Alors c’est vrai, pourquoi faire tout ce tapage sur cette histoire alors que le bizutage, bien qu’illégal est pratiqué partout, selon la forumeuse ? Peut-être simplement parce que c’est 250 étudiants de première année qui ont été victime de brimades et que certains ont très mal vécu cette humiliation et ont osé en parler. Peut-être parce que les différents témoignages convergent et que si ces comportements restent pratiqués fréquemment, ils sont interdits et qu’il est important que cela cesse. Pour cela, n’est-il pas nécessaire que ces pratiques soient dénoncées ? Il est probable, malheureusement que ces événements aient cours dans de nombreuses facultés ou institutions mais est-ce qu’il est normal que quelque chose de punissable par la loi soit ainsi banalisé sans que personne n’en parle ?
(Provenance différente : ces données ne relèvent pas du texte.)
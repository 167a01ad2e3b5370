//! The sheet as JSON: the same sections, and the report they are made of.
use super::value::{Block, Cell, Column, Row, Section, Sheet, Table};
use crate::sheet::{CAUTION_LINE, Layout, Report, object, print};
use serde_json::{Map, Value, json};

/// The sheet as one JSON object with a line end, SI units beside every number.
#[must_use]
pub fn sheet_json(sheet: &Sheet, report: &Report) -> String {
    let value = json!({
        "sheet": 1,
        "caution": CAUTION_LINE,
        "title": sheet.title,
        "file": sheet.file,
        "scenario_sha256": sheet.scenario_sha256,
        "version": env!("CARGO_PKG_VERSION"),
        "verdict": sheet.verdict.word(),
        "sections": sheet.sections.iter().map(section).collect::<Vec<_>>(),
        "report": object(report),
    });
    print(&value, Layout::Lines)
}

fn section(section: &Section) -> Value {
    json!({
        "id": section.id,
        "title": section.title,
        "blocks": section.blocks.iter().map(block).collect::<Vec<_>>(),
    })
}

fn block(block: &Block) -> Value {
    match block {
        Block::Words(words) => json!({ "kind": "words", "words": words }),
        Block::Verdict(verdict, words) => json!({ "kind": "verdict", "verdict": verdict.word(), "words": words }),
        Block::Part(words) => json!({ "kind": "part", "words": words }),
        Block::List(list) => json!({ "kind": "list", "list": list }),
        Block::Table(table) => table_object(table),
        Block::Figure(figure) => {
            json!({ "kind": "figure", "id": figure.id, "title": figure.title, "text": figure.text })
        }
        Block::Blank(lines) => json!({ "kind": "blank", "lines": lines }),
    }
}

fn table_object(table: &Table) -> Value {
    let columns = table.columns.iter().map(|c| json!({ "key": c.key, "head": c.head })).collect::<Vec<_>>();
    let rows = table.rows.iter().map(|row| row_object(table.columns, row)).collect::<Vec<_>>();
    json!({ "kind": "table", "id": table.id, "caption": table.caption, "columns": columns, "rows": rows })
}

fn row_object(columns: &[Column], row: &Row) -> Value {
    let cells = columns.iter().zip(&row.cells).map(|(column, cell)| (column.key.to_owned(), cell_value(cell)));
    Value::Object(cells.collect::<Map<_, _>>())
}

fn cell_value(cell: &Cell) -> Value {
    match cell.si {
        Some((value, unit)) => json!({ "words": cell.words, "value": value, "unit": unit }),
        None => json!(cell.words),
    }
}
Pour les victimes, ces événements peuvent avoir un impact considérable sur leur vie estudiantine. Le plus gênant dans cette histoire, c’est la confiance des élèves envers l’équipe de formateurs qui est rompue et qui sera difficile de reconstruire
, souligne Paullaurent59. Les propos d’une des étudiantes bizutées à Toulouse le confirment en partie : à l’école, il y a une pression énorme. Les gens cherchent à savoir qui a parlé. On ne sait pas trop à qui faire confiance
.
On espère toutefois que cette jeune femme et les autres 1ère année bizutés vont pouvoir poursuivre leurs études paisiblement et sans craintes, mais au vu de ce témoignage, on en doute… la double peine en quelque sorte.